I guess that is one way to add fiber to your diet Ken........I'll betcha $5.00 that it really tastes like crap tho.


----------



## Pappy (Aug 21, 2016)

OMG, Ken.
Insect parts, not inside parts.:lol1:


----------



## NancyNGA (Aug 21, 2016)

:eeew: ...Ken:lol:

Not gonna stop me.


----------



## Ruthanne (Aug 21, 2016)

NancyNGA said:


> :eeew: ...Ken:lol:
> 
> Not gonna stop me.


:dito:


----------



## Ruthanne (Aug 21, 2016)

NancyNGA said:


> Just trying to stir up more trouble....:whome:
> 
> This has interested me since I ran across a "story problem" about it in a math class.
> 
> ...


The ground up roaches turns my stomach.  Now to forget I ever read this...may take awhile.:waiting:


----------



## debodun (Aug 21, 2016)

Extra minerals & vitamins.


----------



## Carla (Aug 21, 2016)

I think it's pretty much unavoidable. They are everywhere and unless they use sterile technique, they're around packaging. It brings to mind, one time I bought one of those glazed honey buns out of the vending machine at work. I sat down with my co-workers at break time and a couple bites into eating it, there was a fully intact yellow jacket under the glaze.

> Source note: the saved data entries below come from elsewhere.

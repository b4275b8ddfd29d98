"""Small pieces that several pages use: rules, headings, link buttons, columns."""

from __future__ import annotations

from PySide6.QtCore import Qt
from PySide6.QtWidgets import QFrame, QLabel, QPushButton, QScrollArea, QWidget

from rescue_planner.desk import theme


def rule(*, upright: bool = False) -> QFrame:
    """Return a hairline."""
    line = QFrame()
    line.setObjectName("vrule" if upright else "rule")
    return line


def text(words: str, kind: str = "", *, wrap: bool = True) -> QLabel:
    """Return a label; `kind` is title, section, soft, note, small, problem or caution."""
    label = QLabel(words)
    if kind:
        label.setObjectName(kind)
    label.setWordWrap(wrap)
    label.setTextFormat(Qt.TextFormat.PlainText)
    return label


def button(words: str, *, kind: str = "", said: str = "") -> QPushButton:
    """Return a button; `kind` is empty, primary or link; `said` is its accessible name."""
    made = QPushButton(words)
    if kind:
        made.setObjectName(kind)
    made.setAccessibleName(said or words)
    made.setMinimumSize(theme.TARGET, theme.TARGET)
    made.setAutoDefault(False)
    if kind == "link":
        made.setCursor(Qt.CursorShape.PointingHandCursor)
    return made


def scrolled(inner: QWidget) -> QScrollArea:
    """Return `inner` in an area that scrolls down only."""
    area = QScrollArea()
    area.setWidgetResizable(True)
    area.setHorizontalScrollBarPolicy(Qt.ScrollBarPolicy.ScrollBarAlwaysOff)
    area.setFrameShape(QFrame.Shape.NoFrame)
    area.setWidget(inner)
    return area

I threw  it down onto the table, a little horrified to think my next bite I would have eaten it! Yuk!


----------



## Pappy (Aug 21, 2016)

I just had a brownie for dessert. Counted 3 eyeballs, 15 legs and 7 wings. It was delicious.


----------



## NancyNGA (Aug 21, 2016)

Pappy :lol:

.
>
.
Deserves a big tip...


----------



## Ken N Tx (Aug 22, 2016)

Pappy said:


> I just had a brownie for dessert. Counted 3 eyeballs, 15 legs and 7 wings. It was delicious.


----------



## Pappy (Aug 22, 2016)

Read the label folks.


----------